Morrison and Treasurer Josh Frydenberg admitted that their government would now fail to deliver the budget surplus it had promised the financial markets and claimed to have produced a year ago in the pre-election 2019 budget.
Ratings agency S&P said Australia’s triple-A sovereign credit rating is not immediately threatened as a result of the failure to deliver a budget surplus, but the economy would probably experience a recession by June. It said Covid-19 is a greater “shock” than the global financial crisis of 2008-09.
Recent statistics showed that, except for government spending, the economy was already contracting last year, before the summer bushfire catastrophe and the coronavirus calamity, both of which have taken a severe financial as well as human toll.
Business investment has been falling sharply for months and consumer confidence has dropped to a five-year low.
Businesses, which received tax cuts last year already, could receive at least $7 billion from the government’s package. “We will supercharge around 690,000 small and medium employers with a [tax-free] cash flow boost of up to $25,000,” Morrison said. “And we will supercharge the instant asset write-off so businesses can immediately make new purchases of up to $150,000 and reap the rewards.”

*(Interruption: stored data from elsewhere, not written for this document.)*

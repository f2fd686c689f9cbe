//! The effluent analyzer in the balance: each new analysis is reconciled with the feed and the
//! stoichiometry ([`System::reconcile`]) and the conversions it gives are smoothed over the
//! analyses with an exponential filter, so that the balance runs on the unit's conversions and
//! their uncertainty rather than on a raw composition.
//!
//! The filter is a first-order (EWMA) estimate with a time constant `τ` (the unit's
//! `[unit.effluent] smoothing`, 2 h unless set): a new analysis `z` after `Δt` moves the estimate
//! by `α = 1 − exp(−Δt/τ)` of the way, and the estimate's variance is that of a weighted mean of
//! independent analyses, `P ← (1 − α)²·P + α²·R`, with `R` the reconciled variance of `z`. A
//! conversion drifts over days; a 2 h constant cuts the analyzer's scatter about fivefold at a
//! 10-min cycle and follows a drift of 0.05 in three days within 0.002. An analysis that fails
//! the reconciliation's global test (a gross error: it contradicts the stoichiometry) does not
//! enter the estimate, unless nothing else has come for a time constant. The estimate is carried between intervals by the monitor (and the
//! checkpoint); this module stays pure.

use serde::{Deserialize, Serialize};

use crate::thermo::balance::System;
use crate::thermo::reconcile::{Reconciled, chi_square_999};

/// The smoothed conversions carried between intervals.
#[derive(Debug, Clone, Default, PartialEq, Serialize, Deserialize)]
pub struct ExtentEstimate {
    /// Key conversion of each reaction.
    pub conversions: Vec<f64>,
    /// Their variances.
    pub variances: Vec<f64>,
    /// When the last analysis was taken in, ms.
    pub updated_ms: i64,
    /// The analysis last seen (SI fractions as reported), to tell a new one from a held one.
    pub last_seen: Vec<Option<f64>>,
}

impl ExtentEstimate {
    /// Standard uncertainty of reaction `r`'s conversion.
    pub fn u(&self, r: usize) -> f64 {
        self.variances.get(r).map_or(0.0, |v| v.max(0.0).sqrt())
    }
}

/// What this interval's analysis did.
#[derive(Debug, Clone, PartialEq)]
pub struct AnalysisCheck {
    /// Sum of the reported fractions (before normalisation; 1 when the analyzer does not
    /// report every component).
    pub sum: f64,
    /// The reconciliation's global test statistic and its degrees of freedom.
    pub chi_square: f64,
    /// Degrees of freedom.
    pub dof: usize,
    /// Whether the analysis failed the global test (and was left out of the estimate).
    pub gross_error: bool,
}

/// Take an analysis in. `feed`: the feed per component and its standard uncertainty, mol/s
/// (asked for only when the analysis is new); `reported`: per component, the analyzer's fraction and its standard
/// uncertainty (`None` for components it does not report); `prior`: the estimate so far.
/// Returns the new estimate and, when the analysis is new, its check (`Err` when it cannot
/// be reconciled at all).
pub fn take_in(
    sys: &System,
    feed: impl FnOnce() -> (Vec<f64>, Vec<f64>),
    reported: &[Option<(f64, f64)>],
    basis: crate::thermo::Basis,
    prior: Option<&ExtentEstimate>,
    now_ms: i64,
    tau_ms: i64,
) -> Result<(ExtentEstimate, Option<AnalysisCheck>), String> {
    let seen: Vec<Option<f64>> = reported.iter().map(|r| r.map(|r| r.0)).collect();
    if let Some(p) = prior.filter(|p| p.last_seen == seen && p.conversions.len() == sys.reactions.len()) {
        return Ok((p.clone(), None));
    }
    let (feed_total, feed_sigma) = feed();
    let rec: Reconciled =
        sys.reconcile(&feed_total, &feed_sigma, reported, basis).map_err(|e| e.to_string())?;
    let gross_error = rec.chi_square > chi_square_999(rec.dof);
    let check = AnalysisCheck {
        sum: if rec.normalised { rec.sum } else { 1.0 },
        chi_square: rec.chi_square,
        dof: rec.dof,
        gross_error,
    };
    let var_z: Vec<f64> = (0..rec.conversions.len()).map(|r| rec.u_conversion(r).powi(2)).collect();
    let next = match prior.filter(|p| p.conversions.len() == rec.conversions.len()) {
        // An outlier is left out; when nothing but failing analyses has come for a time
        // constant, the analyzer (or the configured feed) is off for good: they are taken in
        // again (the best there is) and the monitor's balance alert says so.
        Some(p) if gross_error && now_ms - p.updated_ms < tau_ms => {
            ExtentEstimate { last_seen: seen, ..p.clone() }
        }
        Some(p) => {
            let dt = (now_ms - p.updated_ms).max(0) as f64;
            let alpha = 1.0 - (-dt / tau_ms.max(1) as f64).exp();
            let conversions =
                p.conversions.iter().zip(&rec.conversions).map(|(x, z)| x + alpha * (z - x)).collect();
            let variances = p
                .variances
                .iter()
                .zip(&var_z)
                .map(|(pv, r)| (1.0 - alpha).powi(2) * pv + alpha * alpha * r)
                .collect();
            ExtentEstimate { conversions, variances, updated_ms: now_ms, last_seen: seen }
        }
        None => ExtentEstimate {
            conversions: rec.conversions,
            variances: var_z,
            updated_ms: now_ms,
            last_seen: seen,
        },
    };
    Ok((next, Some(check)))
}

#[cfg(test)]
#[allow(clippy::unwrap_used)]
mod tests {
    use super::*;
    use crate::rng::Rng;
    use crate::thermo::Basis;
    use crate::thermo::reconcile::tests::system;

    fn analysis(x: f64, sd: f64, rng: &mut Rng) -> Vec<Option<(f64, f64)>> {
        // Feed 2 mol/s methyl acetate, 6 mol/s water: 8 mol/s in and out.
        let nf = [2.0 - 2.0 * x, 6.0 - 2.0 * x, 2.0 * x, 2.0 * x];
        nf.iter().map(|n| Some((n / 8.0 + sd * rng.normal(), 0.003))).collect()
    }

    #[test]
    fn the_filter_cuts_the_scatter_follows_a_drift_and_ignores_held_results() {
        let sys = system();
        let feed = [2.0, 6.0, 0.0, 0.0];
        let mut rng = Rng::new(5);
        let (tau, cycle) = (2 * 3_600_000, 600_000);
        let mut est: Option<ExtentEstimate> = None;
        let (mut raw, mut smooth) = (Vec::new(), Vec::new());
        // Three days, the conversion falling from 0.55 to 0.50; an analysis every 10 min,
        // held by the export in between (1-min intervals).
        for minute in 0..3 * 1440 {
            let x = 0.55 - 0.05 * minute as f64 / (3.0 * 1440.0);
            let now = minute * 60_000;
            let a = if minute % 10 == 0 {
                analysis(x, 0.003, &mut rng)
            } else {
                est.as_ref().unwrap().last_seen.iter().map(|v| v.map(|v| (v, 0.003))).collect()
            };
            let (next, check) =
                take_in(&sys, || (feed.to_vec(), Vec::new()), &a, Basis::Mole, est.as_ref(), now, tau)
                    .unwrap();
            assert_eq!(check.is_some(), minute % 10 == 0, "minute {minute}");
            if minute % 10 == 0 && minute > 720 {
                raw.push(sys.reconcile(&feed, &[], &a, Basis::Mole).unwrap().conversions[0] - x);
                smooth.push(next.conversions[0] - x);
            }
            // Taken in at its update, unless it failed the global test (about 1 in 1000).
            if check.is_some_and(|c| !c.gross_error) {
                assert_eq!(next.updated_ms, now);
            }
            assert!(now - next.updated_ms < 3 * cycle);
            est = Some(next);
        }
        let rms = |v: &[f64]| (v.iter().map(|e| e * e).sum::<f64>() / v.len() as f64).sqrt();
        // Noise cut to √(α/(2 − α)) ≈ 0.2 of the raw scatter, plus the lag behind the drift
        // (0.0007 per hour × τ = 0.0014).
        assert!(rms(&smooth) < 0.4 * rms(&raw), "smoothed {} vs raw {}", rms(&smooth), rms(&raw));
        assert!(rms(&smooth) < 0.0025, "{}", rms(&smooth));
        // The stated uncertainty is of the order of the error left.
        let u = est.unwrap().u(0);
        assert!(u > 0.3 * rms(&smooth) && u < 3.0 * rms(&smooth), "u {u}, error {}", rms(&smooth));
    }

    #[test]
    fn an_analysis_that_contradicts_the_stoichiometry_is_left_out() {
        let sys = system();
        let feed = [2.0, 6.0, 0.0, 0.0];
        let mut rng = Rng::new(6);
        let (first, _) = take_in(
            &sys,
            || (feed.to_vec(), Vec::new()),
            &analysis(0.5, 0.0, &mut rng),
            Basis::Mole,
            None,
            0,
            7_200_000,
        )
        .unwrap();
        let mut bad = analysis(0.5, 0.0, &mut rng);
        bad[3] = bad[3].map(|(y, u)| (y + 0.05, u));
        let (next, check) = take_in(
            &sys,
            || (feed.to_vec(), Vec::new()),
            &bad,
            Basis::Mole,
            Some(&first),
            600_000,
            7_200_000,
        )
        .unwrap();
        assert!(check.unwrap().gross_error);
        assert_eq!(next.conversions, first.conversions);
        assert_eq!(next.updated_ms, 0);
        // Still failing after a time constant (a new analysis, as bad): taken in.
        bad[0] = bad[0].map(|(y, u)| (y + 1e-4, u));
        let (later, _) = take_in(
            &sys,
            || (feed.to_vec(), Vec::new()),
            &bad,
            Basis::Mole,
            Some(&next),
            7_200_000,
            7_200_000,
        )
        .unwrap();
        assert_eq!(later.updated_ms, 7_200_000);
    }
}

Morrison also announced a 50 percent accelerated depreciation deduction, over and above existing deductions. Another $1.3 billion will be paid directly to employers to provide a 50 percent wage subsidy for about 120,000 apprentices—just $21,000 per apprentice.
A further $1 billion will go to a “regional and community fund” to shore up industries such as tourism that have been particularly hard hit by the economic fallout from the virus. Like last year’s sports grants, this is likely to become a vote-buying pork-barrel.

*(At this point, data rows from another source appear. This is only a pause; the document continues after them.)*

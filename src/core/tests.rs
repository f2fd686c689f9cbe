//! [`UnitCore::step`] on a handful of hand-made intervals: what one interval in gives out.

#![allow(clippy::unwrap_used)]

use std::sync::Arc;

use super::alerts::{EventKind, Shelf};
use super::assembly::{Closed, TagStatus, TagValue};
use super::flags::Flag;
use super::monitor::MonitorState;
use super::spec::UnitSpec;
use super::vocabulary::Cause;
use super::{Outcome, UnitCore};
use crate::config::SiteConfig;

/// 2026-12-01T00:00:00Z.
const T0: i64 = 1_796_083_200_000;

/// One water feed heated by a duty tag; tags in table order: FI-101 (mol/s), TI-102 (degC),
/// JI-103 (kW), TI-109 (degC).
fn spec() -> Arc<UnitSpec> {
    Arc::new(unit_spec("{ water = 1.0 }", ""))
}

/// Unit `T-1` as the site loader builds it: one feed of `composition` (flow FI-101 in mol/s,
/// temperature TI-102 in degC) heated by a duty tag (JI-103, kW), an effluent thermometer
/// (TI-109, degC), one-minute intervals in UTC, and the unit tables in `extra` after these.
pub(super) fn unit_spec(composition: &str, extra: &str) -> UnitSpec {
    load(composition, extra).unwrap().units[0].spec.clone()
}

/// The site file of [`unit_spec`], loaded.
fn load(composition: &str, extra: &str) -> Result<SiteConfig, String> {
    let dir = tempfile::tempdir().unwrap();
    let path = dir.path().join("site.toml");
    std::fs::create_dir_all(dir.path().join("exports")).unwrap();
    let text = format!(
        r#"[site]
time_zone = "UTC"
[[unit]]
name = "T-1"
[unit.input]
directory = "exports"
[unit.timing]
interval = "1m"
[[unit.feed]]
flow = {{ tag = "FI-101", unit = "mol/s", uncertainty = "1 %" }}
temperature = {{ tag = "TI-102", unit = "degC", uncertainty = "0.5 K" }}
composition = {composition}
[unit.heater]
duty = {{ tag = "JI-103", unit = "kW", uncertainty = "2 %" }}
[unit.effluent]
temperature = {{ tag = "TI-109", unit = "degC", uncertainty = "0.3 K" }}
{extra}"#
    );
    std::fs::write(&path, text).unwrap();
    SiteConfig::load(&path).map_err(|e| e.to_string())
}

fn good(v: f64) -> TagValue {
    TagValue {
        value: Some(v),
        status: TagStatus::Ok,
        uncertain: false,
        samples: 6,
        bad: 0,
        out_of_range: 0,
        age_ms: Some(0),
        min_max: Some((v, v)),
    }
}

fn unusable(status: TagStatus) -> TagValue {
    TagValue { value: None, status, samples: 0, age_ms: None, min_max: None, ..good(0.0) }
}

/// The `k`-th one-minute interval: 10 mol/s of water at 30 °C, 30 kW, measured `tout` °C.
fn interval(k: i64, tout: Option<f64>) -> Closed {
    let effluent = tout.map_or_else(|| unusable(TagStatus::Missing), good);
    Closed {
        start_ms: T0 + k * 60_000,
        end_ms: T0 + (k + 1) * 60_000,
        tags: vec![good(10.0), good(30.0), good(30.0), effluent],
        conflicting_duplicates: 0,
    }
}

/// Water heated from 30 °C by 30 kW at 10 mol/s: ΔT = Q / (F · Cp) with the mean liquid Cp of
/// water over 30–70 °C, about 75.3 J/(mol K). Source: IAPWS-95 (via the CoolProp values in
/// tests/fixtures/reference/checks.md), 75.3 J/(mol K) at 25 °C and 75.4 at 60–70 °C.
const T_OUT_C: f64 = 30.0 + 30_000.0 / (10.0 * 75.35);

fn run(core: &mut UnitCore, intervals: &[Closed]) -> Vec<Outcome> {
    intervals.iter().map(|c| core.step(c)).collect()
}

#[test]
fn a_steady_interval_is_predicted_from_the_enthalpy_balance() {
    let mut core = UnitCore::new(spec(), None, Default::default());
    let out = run(&mut core, &(0..30).map(|k| interval(k, Some(70.0))).collect::<Vec<_>>());
    // One interval tells nothing about steadiness; thirty identical ones do.
    assert_eq!(out[0].evaluation.flags, vec![Flag::Unsteady]);
    assert_eq!(out[0].state, MonitorState::Unsteady);
    let o = &out[29];
    let e = &o.evaluation;
    let predicted_c = e.predicted_k.unwrap() - 273.15;
    assert!((predicted_c - T_OUT_C).abs() < 0.3, "predicted {predicted_c} °C, hand balance {T_OUT_C} °C");
    // The residual is measured minus predicted.
    assert!((e.residual_k.unwrap() - (70.0 - predicted_c)).abs() < 1e-9);
    // First-order propagation of 1 % flow, 2 % duty and 0.5 K feed temperature: the duty and
    // the flow give about 0.8 K and 0.4 K of the 39.8 K rise.
    let u = e.u_pred_k.unwrap();
    assert!(u > 0.8 && u < 1.2, "u(T_pred) = {u}");
    assert!(e.effectiveness.is_some_and(|x| (x - 1.0).abs() < 0.02), "{:?}", e.effectiveness);
    assert!(e.flags.is_empty(), "{:?}", e.flags);
    assert_eq!(o.state, MonitorState::Learning);
    assert!(out.iter().all(|o| o.events.is_empty() && o.notes.is_empty()));
}

#[test]
fn a_missing_thermometer_raises_a_data_quality_alert_that_clears_when_it_is_back() {
    let mut core = UnitCore::new(spec(), None, Default::default());
    let tout = Some(T_OUT_C);
    let seq: Vec<Closed> =
        (0..12).map(|k| interval(k, if (3..6).contains(&k) { None } else { tout })).collect();
    let out = run(&mut core, &seq);
    // The thermometer's intervals are flagged; the prediction does not need it.
    assert_eq!(out[3].evaluation.flags, vec![Flag::Unusable(3, TagStatus::Missing)]);
    assert!(out[3].evaluation.predicted_k.is_some() && out[3].evaluation.residual_k.is_none());
    // Raised after the on-delay (2 intervals), cleared after the off-delay (3 clean ones).
    let events: Vec<(usize, EventKind)> =
        out.iter().enumerate().flat_map(|(i, o)| o.events.iter().map(move |e| (i, e.event))).collect();
    assert_eq!(events, vec![(4, EventKind::Raised), (8, EventKind::Cleared)]);
    let (raised, cleared) = (&out[4].events[0], &out[8].events[0]);
    assert_eq!((raised.cause, raised.subject.as_str()), (Cause::DataQuality, "TI-109"));
    assert_eq!(raised.alert_id, cleared.alert_id);
    assert!(cleared.sequence > raised.sequence);
    assert_eq!(raised.time, "2026-12-01T00:05:00+00:00", "the data time of the interval end");
}

#[test]
fn the_same_intervals_give_the_same_outcomes() {
    let seq: Vec<Closed> =
        (0..10).map(|k| interval(k, if k == 4 || k == 5 { None } else { Some(70.0) })).collect();
    let a = run(&mut UnitCore::new(spec(), None, Default::default()), &seq);
    let b = run(&mut UnitCore::new(spec(), None, Default::default()), &seq);
    assert_eq!(a, b);
    assert!(a.iter().any(|o| !o.events.is_empty()), "the sequence raises an alert");
}

#[test]
fn a_shelved_cause_is_tracked_but_not_announced() {
    let mut core = UnitCore::new(spec(), None, Default::default());
    let note = core.shelve(Shelf {
        selector: "data_quality".into(),
        until_ms: T0 + 3_600_000,
        reason: "thermometer replaced".into(),
        by: "jdoe".into(),
    });
    assert!(note.contains("data_quality") && note.contains("jdoe"), "{note}");
    let out = run(&mut core, &(0..6).map(|k| interval(k, None)).collect::<Vec<_>>());
    assert!(out.iter().all(|o| o.events.is_empty()), "shelved: no events");
    assert_eq!(core.alerts().active().len(), 1, "but tracked");
    assert!(core.alerts().active()[0].shelved);
    assert!(core.unshelve("data_quality"));
}

#[test]
fn an_interval_without_a_usable_duty_is_not_computed() {
    let mut core = UnitCore::new(spec(), None, Default::default());
    let mut c = interval(0, Some(70.0));
    c.tags[2] = unusable(TagStatus::Bad);
    let o = core.step(&c);
    let e = &o.evaluation;
    assert_eq!(e.predicted_k, None);
    assert_eq!(e.flags, vec![Flag::Unusable(2, TagStatus::Bad), Flag::NotComputed]);
    assert!(e.reason.as_deref().is_some_and(|r| r.contains("JI-103")), "{:?}", e.reason);
    let c = &e.conditions[0];
    assert_eq!((c.cause, c.subject.as_str()), (Cause::DataQuality, "JI-103"));
    assert_eq!(o.state, MonitorState::Paused, "no prediction: the monitor pauses");
}

#[test]
fn a_rebaseline_starts_learning_again() {
    let mut core = UnitCore::new(spec(), None, Default::default());
    let mut c = interval(0, Some(70.0));
    c.tags[2] = unusable(TagStatus::Bad);
    assert_eq!(core.step(&c).state, MonitorState::Paused);
    core.rebaseline();
    assert_eq!(core.monitor().state, MonitorState::Learning);
    assert!(core.monitor().baseline.is_none());
}

/// Methyl acetate hydrolysis with an effluent analyzer (tags AI-110A..D after the four of
/// [`unit_spec`]).
const ANALYZED: &str = r#"
[unit.effluent.composition]
methyl_acetate = { tag = "AI-110A", unit = "%", kind = "analyzer", uncertainty = "0.3 %" }
water = { tag = "AI-110B", unit = "%", kind = "analyzer", uncertainty = "0.3 %" }
acetic_acid = { tag = "AI-110C", unit = "%", kind = "analyzer", uncertainty = "0.3 %" }
methanol = { tag = "AI-110D", unit = "%", kind = "analyzer", uncertainty = "0.3 %" }
"#;
const REACTION: &str = r#"
[[unit.reaction]]
name = "hydrolysis"
stoichiometry = { methyl_acetate = -1, water = -1, acetic_acid = 1, methanol = 1 }
key = "methyl_acetate"
design_conversion = 0.4
conversion_uncertainty = 0.02
"#;

#[test]
fn an_effluent_analyzer_needs_the_reactions_it_measures() {
    let err = load("{ methyl_acetate = 0.25, water = 0.75 }", ANALYZED).unwrap_err();
    assert!(
        err.contains("effluent.composition") && err.contains("add their [[unit.reaction]] entries"),
        "{err}"
    );
    assert!(load("{ methyl_acetate = 0.25, water = 0.75 }", &format!("{ANALYZED}{REACTION}")).is_ok());
}

#[test]
fn analyzer_noise_adds_no_more_than_the_thermometers_own_to_the_prediction() {
    // 10 mol/s of 25 % methyl acetate at 30 °C, 30 kW, conversion 0.5; an analyzer result
    // every 10 min with 0.3 mol% absolute noise on each component (summing to 99-101 %), held
    // in the export in between; a thermometer with 0.05 K of noise.
    let spec =
        Arc::new(unit_spec("{ methyl_acetate = 0.25, water = 0.75 }", &format!("{ANALYZED}{REACTION}")));
    let mut core = UnitCore::new(spec, None, Default::default());
    let mut rng = crate::rng::Rng::new(11);
    let x = 0.5;
    let truth = [2.5 * (1.0 - x), 7.5 - 2.5 * x, 2.5 * x, 2.5 * x].map(|n| 100.0 * n / 10.0);
    let mut held = truth;
    let (mut pred, mut meas) = (Vec::new(), Vec::new());
    for k in 0..2000 {
        if k % 10 == 0 {
            held = truth.map(|v| v + 0.3 * rng.normal());
        }
        let t_meas = 65.0 + 0.05 * rng.normal();
        let mut c = interval(k, Some(t_meas));
        c.tags.extend(held.iter().map(|v| good(*v)));
        let o = core.step(&c);
        if k >= 300 {
            pred.push(o.evaluation.predicted_k.unwrap());
            meas.push(t_meas);
        }
        assert!(o.events.is_empty(), "interval {k}: {:?}", o.events);
    }
    let sd = |v: &[f64]| {
        let m = v.iter().sum::<f64>() / v.len() as f64;
        (v.iter().map(|x| (x - m).powi(2)).sum::<f64>() / (v.len() - 1) as f64).sqrt()
    };
    let (sp, sm) = (sd(&pred), sd(&meas));
    // Measured when written: 0.032 K against the thermometer's 0.050 K.
    assert!(sp <= 1.0 * sm, "predicted scatters by {sp:.3} K, the thermometer by {sm:.3} K");
}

In another blow to aged pensioners, those with savings will receive only a marginal reduction in the “deeming” interest rate that the government uses in applying asset and income thresholds. The main rate will fall to 1 percent, still well above the record low official interest rate of 0.25 percent that the Reserve Bank set last week in another bid to revive corporate investment.

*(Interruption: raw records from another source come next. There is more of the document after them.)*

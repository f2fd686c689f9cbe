//! The unit as the core sees it: its tags with their units, kinds and uncertainties, where each
//! model input comes from, the thermodynamic system, the reactions' conversions, and the
//! settings of the monitor and the alert lifecycle. Built once by the site loader.

use jiff::tz::TimeZone;

use crate::core::alerts::AlertConfig;
use crate::core::monitor::settings::MonitorConfig;
use crate::core::vocabulary::TagKind;
use crate::thermo::balance::{Basis, System};
use crate::units::Unit;

/// A reactor unit as the core sees it: no file names, directories or layouts.
#[derive(Debug, Clone)]
pub struct UnitSpec {
    /// Name (file names, alert ids).
    pub name: String,
    /// Time zone for daily files, reports and local timestamps.
    pub time_zone: TimeZone,
    /// Interval, ms.
    pub interval_ms: i64,
    /// Lateness allowance, ms.
    pub max_wait_ms: i64,
    /// Reorder window, ms: an interval closes only once data has passed its end by this, so
    /// rows this much out of order are still used (at most `max_wait_ms`).
    pub reorder_ms: i64,
    /// Components, paths, reactions.
    pub system: System,
    /// Every tag the unit reads.
    pub tags: Vec<TagConfig>,
    /// Feeds.
    pub feeds: Vec<FeedConfig>,
    /// Reported duty.
    pub duty: Signal,
    /// Heat loss.
    pub heat_loss: Signal,
    /// Measured effluent temperature (always a tag).
    pub effluent_temperature: usize,
    /// Effluent analyzer, per component, with its basis.
    pub effluent_composition: Option<(Vec<Signal>, Basis)>,
    /// Time constant of the smoothing of the analyzer's conversions, ms.
    pub effluent_smoothing_ms: i64,
    /// Analyzer fractions may sum to 1 within this before the sum is an error.
    pub analyzer_sum_tolerance: f64,
    /// Per reaction.
    pub conversions: Vec<ConversionConfig>,
    /// Reactor pressure.
    pub pressure: Option<Signal>,
    /// Ambient temperature.
    pub ambient: Option<Signal>,
    /// Bubble-point margin, K.
    pub bubble_margin: f64,
    /// Reaction of the apparent-conversion soft tag.
    pub apparent_reaction: Option<usize>,
    /// Validity flags that are shown but raise no `model_validity` alert (reviewed
    /// extrapolations of a correlation beyond its published range).
    pub accepted_flags: Vec<String>,
    /// Alert lifecycle.
    pub alerts: AlertConfig,
    /// Monitoring.
    pub monitor: MonitorConfig,
    /// Informational tags: (soft-tag column name, tag index), in configuration order.
    pub info: Vec<(String, usize)>,
}

impl UnitSpec {
    /// The unit in which the measured effluent temperature is written (soft tags use it).
    pub fn temperature_unit(&self) -> Unit {
        self.tags[self.effluent_temperature].unit
    }

    /// The informational tags (read, checked and written to the soft tags, never used by the
    /// balance), in the order of `[unit.info]`: (column name, tag index).
    pub fn info_columns(&self) -> impl Iterator<Item = (&str, usize)> {
        self.info.iter().map(|(name, i)| (name.as_str(), *i))
    }

    /// Index of a tag by name.
    pub fn tag_index(&self, name: &str) -> Option<usize> {
        self.tags.iter().position(|t| t.name == name)
    }
}

/// A standard uncertainty: absolute (SI) or relative to the value.
#[derive(Debug, Clone, Copy, PartialEq)]
pub enum Uncertainty {
    /// None given.
    None,
    /// Absolute, SI.
    Absolute(f64),
    /// Fraction of the value.
    Relative(f64),
}

impl Uncertainty {
    /// The absolute uncertainty at an SI value.
    pub fn at(self, si: f64) -> f64 {
        match self {
            Uncertainty::None => 0.0,
            Uncertainty::Absolute(u) => u,
            Uncertainty::Relative(r) => r * si.abs(),
        }
    }
}

/// One tag a unit reads.
#[derive(Debug, Clone)]
pub struct TagConfig {
    /// Tag name as in the files.
    pub name: String,
    /// Its engineering unit (values are converted to SI with it; a gauge pressure carries the
    /// site's atmospheric pressure).
    pub unit: Unit,
    /// Aggregation.
    pub kind: TagKind,
    /// Stale after, ms.
    pub stale_after_ms: i64,
    /// Valid range, in the tag's own unit.
    pub range: Option<(f64, f64)>,
    /// Standard uncertainty.
    pub uncertainty: Uncertainty,
    /// Whether interval closing waits for this tag.
    pub required: bool,
    /// What it is, e.g. "ester recycle flow".
    pub role: String,
    /// Only informational (`[unit.info]`): read and checked, written to the soft tags, but
    /// used by neither the balance nor the monitor, and its data quality raises no alert.
    pub info: bool,
}

/// Where a model input comes from.
#[derive(Debug, Clone, Copy, PartialEq)]
pub enum Signal {
    /// A tag of the unit (index into [`UnitSpec::tags`]).
    Tag(usize),
    /// A fixed SI value with its standard uncertainty.
    Fixed {
        /// Value, SI.
        si: f64,
        /// Standard uncertainty, SI.
        u: f64,
    },
}

/// A feed of a unit.
#[derive(Debug, Clone)]
pub struct FeedConfig {
    /// Label.
    pub name: String,
    /// Total flow.
    pub flow: Signal,
    /// Whether the flow is a mass flow.
    pub mass_flow: bool,
    /// Temperature.
    pub temperature: Signal,
    /// Fraction signal per system component (`Fixed { si: 0 }` when absent).
    pub composition: Vec<Signal>,
    /// Basis of the fractions.
    pub basis: Basis,
    /// Rescale fractions not summing to 1.
    pub normalize: bool,
    /// Standard uncertainty of fixed fractions that state none (absolute), used where an
    /// effluent analyzer is reconciled with the feed.
    pub composition_uncertainty: f64,
}

/// A reaction's conversion settings.
#[derive(Debug, Clone)]
pub struct ConversionConfig {
    /// Design conversion used in the prediction when no tag is mapped.
    pub design: f64,
    /// Its standard uncertainty.
    pub u: f64,
    /// Measured conversion tag.
    pub tag: Option<Signal>,
}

Corporate chiefs generally welcomed the package, while demanding that the tax concessions be extended to the largest companies. But bank economists voiced scepticism that the measures would avert a recession.
UBS economist George Tharenou told the Australian Financial Review: “Recession is now our base case, despite an almost 1 per cent of GDP stimulus.”
Citi’s Josh Williamson warned that “merely providing payments to businesses and households is not enough.” He stated: “Recipients need to have the confidence to spend their payments on goods and services, rather than add to precautionary savings or debt repayment.”
Even before the package was officially released, the Labor Party had declared its support for the handouts to business. Yesterday morning, Labor leader Anthony Albanese told the Australian Financial Review business summit: “Labor will continue to be constructive and provide expedited support through the Parliament for any reasonable measure that restores confidence, increases economic activity and keeps people in jobs.”
In reality, thousands of workers are being laid off already, and companies will continue slashing jobs, even as they pocket the tax breaks.
Australia’s top business leaders used the same summit to reiterate their demands for “structural changes” to boost investment and drive productivity—that is for a stepped-up offensive against workers’ jobs and conditions, as well as more corporate tax cuts.
The government’s primary aim, backed by Labor, is clear. It is to exploit the virus disaster, like the global breakdown of 2008–09, to accelerate a corporate-driven restructuring of the economy and deepen the assault on the working class.